Structural highlights
Function
1433S_HUMAN Adapter protein implicated in the regulation of a large spectrum of both general and specialized signaling pathways. Binds to a large number of partners, usually by recognition of a phosphoserine or phosphothreonine motif. Binding generally results in the modulation of the activity of the binding partner. When bound to KRT17, regulates protein synthesis and epithelial cell growth by stimulating Akt/mTOR pathway (By similarity). p53-regulated inhibitor of G2/M progression.

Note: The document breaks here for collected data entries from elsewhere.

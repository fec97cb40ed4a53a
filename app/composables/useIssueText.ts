/** A field's message: schemas of ours answer with codes, which are worded here; sentences stay as they are. */
export function useIssueText(message: Ref<string | undefined>) {
  const { t, te } = useI18n()

  return computed(() => {
    const code = message.value
    if (!code || !/^[a-z0-9-]+$/.test(code)) return code
    const key = ['problems.detail', 'plan.issues'].map(lead => `${lead}.${code}`).find(candidate => te(candidate))
    return key ? t(key) : t('base.unworded', { code })
  })
}
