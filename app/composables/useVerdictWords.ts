import type { PrerequisiteVerdict, Reason, SeenVerdict } from '#shared/plan/terms'

interface Verdict { readonly word: SeenVerdict, readonly reason: Reason | null }

/** Verdicts in words: whole, and shortened for the ledger. */
export function useVerdictWords() {
  const { t } = useI18n()

  const reason = (code: Reason) => t(`verdict.reason.${code}`)

  function whole(verdict: Verdict, stepLabel: string | null): string {
    const word = t(`verdict.word.${verdict.word}`)
    if (verdict.word === 'fallback-applies' && stepLabel) return t('pages.verdict.fallback', { step: stepLabel })
    return verdict.reason ? `${word}: ${reason(verdict.reason)}` : word
  }

  function short(verdict: Verdict, stepLabel: string | null): string {
    return verdict.word === 'fallback-applies' && stepLabel ? stepLabel : t(`verdict.short.${verdict.word}`)
  }

  const prerequisite = (verdict: PrerequisiteVerdict | 'held') => t(`verdict.prerequisite.${verdict}`)

  return { whole, short, reason, prerequisite }
}
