import { beforeAll, describe, expect, it } from 'vitest'
import type { AnalysisReport, Figure, PrerequisiteReport, Report } from '#shared/decision/report'
import { LARKMOOR_SEED, THORNEY_SEED } from '../../../../server/demo/seeds'
import { larkmoorReports, thorneyReport } from '../../../helpers/demoReports'

let reports: Report[]
beforeAll(async () => {
  reports = await larkmoorReports(LARKMOOR_SEED)
})

const wordOf = ({ verdict: { word, step, reason } }: AnalysisReport) => [word, step ?? reason].filter(part => part !== null).join(' ')
const analysisOf = (report: Report, id: string) => report.analyses.find(({ analysis }) => analysis === id)!

/** What the plan promises of the scenario: twelve verdicts of the blinded study. */
const EXPECTED = {
  'COUGH-HIGH': ['not-assessable too-few-data', 'planned-method-stands', 'fallback-applies WELCH'],
  'CRP-ALL': ['not-assessable too-few-subjects', 'fallback-applies LOG', 'fallback-applies LOG'],
  'FEV-HIGH': ['planned-method-stands', 'planned-method-stands', 'planned-method-stands'],
  'RESCUE-LOW': ['not-assessable too-many-missing', 'no-registered-method', 'no-registered-method'],
} as const

/** How far a figure stands from its limit, as a factor; p-values and sizes alike. */
function margin({ value, pValue, adjustedP, limit }: Figure): number {
  const held = Math.abs(adjustedP ?? pValue ?? value!)
  return Math.max(held / limit!, limit! / held)
}

const judged = ({ samples, figures }: PrerequisiteReport) => [...figures, ...samples.flatMap(sample => sample.figures)].filter(({ limit }) => limit !== null)

/**
 * A prerequisite whose size and level must both break is clear of its limits when the figure that decides is:
 * either of them when it is met, both when it is not.
 */
function clearance(prerequisite: PrerequisiteReport): number {
  const figures = judged(prerequisite)
  const decisive = prerequisite.verdict === 'met' && figures.some(({ broken }) => broken === false) ? figures.filter(({ broken }) => broken === false) : figures
  const margins = decisive.map(margin)
  return prerequisite.verdict === 'met' ? Math.max(...margins) : Math.min(...margins)
}

describe('the demo', () => {
  it.each(Object.entries(EXPECTED))('%s comes out as the scenario says at both looks and at lock', (id, words) => {
    expect(reports.map(report => wordOf(analysisOf(report, id)))).toEqual(words)
  })

  it.each(['COUGH-HIGH', 'CRP-ALL', 'RESCUE-LOW'])('%s stands clear of every limit that decides it', (id) => {
    const decisive = reports.slice(1).flatMap((report) => {
      const { prerequisites, steps } = analysisOf(report, id)
      return [...prerequisites.filter(({ consequence }) => consequence === 'switch'), ...steps.flatMap(step => step.prerequisites)]
    }).filter(prerequisite => judged(prerequisite).length > 0 && prerequisite.kind !== 'positive-values' && prerequisite.kind !== 'count')
    expect(decisive.length).toBeGreaterThan(2)
    for (const prerequisite of decisive) expect(clearance(prerequisite), `${prerequisite.prerequisite} ${prerequisite.verdict}`).toBeGreaterThan(1.2)
  })

  it('has zeros among the rescue doses, so that the logarithm is no way out', () => {
    const { prerequisites } = analysisOf(reports[2]!, 'RESCUE-LOW').steps.find(({ step }) => step === 'LOG')!
    expect(prerequisites.find(({ kind }) => kind === 'positive-values')!.verdict).toBe('not-met')
  })

  it('lets the open-label study show a fallback and a method that stands', async () => {
    const report = await thorneyReport(THORNEY_SEED)
    expect(report.analyses.map(wordOf)).toEqual(['fallback-applies WELCH', 'planned-method-stands'])
  })

  it('is drawn alike every time', async () => {
    expect(await larkmoorReports(LARKMOOR_SEED)).toEqual(reports)
  })
})
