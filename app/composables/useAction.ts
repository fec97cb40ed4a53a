import type { AnswerOf, Operation } from '#shared/contract/operation'
import type { ApiProblem } from '~/utils/apiProblem'

/** One call that a button makes: busy while it runs, the problem that came back, and what follows success. */
export function useAction<O extends Operation>(operation: O, done: (answer: AnswerOf<O>) => unknown) {
  const call = useApi(operation)
  const busy = ref(false)
  const problem = ref<ApiProblem | null>(null)

  async function run(request: Parameters<typeof call>[0]): Promise<boolean> {
    busy.value = true
    problem.value = null
    try {
      await done(await call(request))
      return true
    }
    catch (failure) {
      problem.value = asApiProblem(failure)
      return false
    }
    finally {
      busy.value = false
    }
  }

  return { run, busy, problem }
}
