import type { AnswerOf, Operation } from '#shared/contract/operation'
import type { ApiProblem } from '~/utils/apiProblem'

/**
 * One signing dialog: open or not, busy or not, and the problem that came back. `done` runs after the server
 * has accepted the signature.
 */
export function useSigning<O extends Operation>(operation: O, done: (answer: AnswerOf<O>) => unknown) {
  const call = useApi(operation)
  const isOpen = ref(false)
  const busy = ref(false)
  const problem = ref<ApiProblem | null>(null)

  async function sign(request: Parameters<typeof call>[0]) {
    busy.value = true
    problem.value = null
    try {
      const answer = await call(request)
      isOpen.value = false
      await done(answer)
    }
    catch (failure) {
      problem.value = asApiProblem(failure)
    }
    finally {
      busy.value = false
    }
  }

  function open() {
    problem.value = null
    isOpen.value = true
  }

  function close() {
    isOpen.value = false
  }

  const dialog = computed(() => ({ open: isOpen.value, busy: busy.value, problem: problem.value }))
  return { dialog, open, close, sign }
}
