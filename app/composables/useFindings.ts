import { FormContextKey } from 'vee-validate'
import type { ApiProblem } from '~/utils/apiProblem'

/**
 * Puts a problem's findings about fields of the surrounding form at those fields, in words, and gives back the
 * words of the others.
 */
export function useFindings(problem: Ref<ApiProblem>) {
  const form = inject(FormContextKey, null)
  const { detail } = useProblemTexts()

  const placed = computed(() => problem.value.errors.map((finding) => {
    const path = finding.pointer === undefined ? '' : fieldPath(finding.pointer)
    const field = form?.getPathState(path) ? path : null
    return { field, text: detail(field === null ? finding : { ...finding, pointer: undefined }) }
  }))

  watch(problem, () => {
    const atFields = placed.value.flatMap(({ field, text }) => field === null ? [] : [[field, text] as const])
    if (atFields.length > 0) form?.setErrors(Object.fromEntries(atFields))
  }, { immediate: true })

  return computed(() => placed.value.filter(({ field }) => field === null).map(({ text }) => text))
}
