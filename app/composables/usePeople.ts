import { listClearancesOperation, listExposuresOperation } from '#shared/contract/clearances'
import { listMembersOperation } from '#shared/contract/members'
import { listPeopleOperation } from '#shared/contract/people'
import { listStudiesOperation } from '#shared/contract/studies'

export const useStudies = () => useApiData(listStudiesOperation, {})

/** Every account of the installation; for administrators. */
export const usePeople = () => useApiData(listPeopleOperation, {})

export const useMembers = (studyId: string) => useApiData(listMembersOperation, { params: { studyId } })

export const useClearances = (studyId: string) => useApiData(listClearancesOperation, { params: { studyId } })

export const useExposures = (studyId: string) => useApiData(listExposuresOperation, { params: { studyId } })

Publication Abstract from PubMed
Rational design of protein-protein interaction (PPI) inhibitors is challenging. Connecting a general supramolecular protein binder with a specific peptidic ligand provides a novel conceptual approach. Thus, lysine-specific molecular tweezers were conjugated to a peptide-based 14-3-3 ligand and produced a strong PPI inhibitor with 100-fold elevated protein affinity. X-ray crystal structure elucidation of this supramolecular directed assembly provides unique molecular insight into the binding mode and fully aligns with Molecular Dynamics (MD) simulations. This new supramolecular chemical biology concept opens the path to novel chemical tools for studying PPIs.
Supramolecular Enhancement of a Natural 14-3-3 Protein Ligand.,Guillory X, Hadrovic I, de Vink PJ, Sowislok A, Brunsveld L, Schrader T, Ottmann C J Am Chem Soc. 2021 Sep 1;143(34):13495-13500. doi: 10.1021/jacs.1c07095. Epub , 2021 Aug 24. PMID:34427424[1]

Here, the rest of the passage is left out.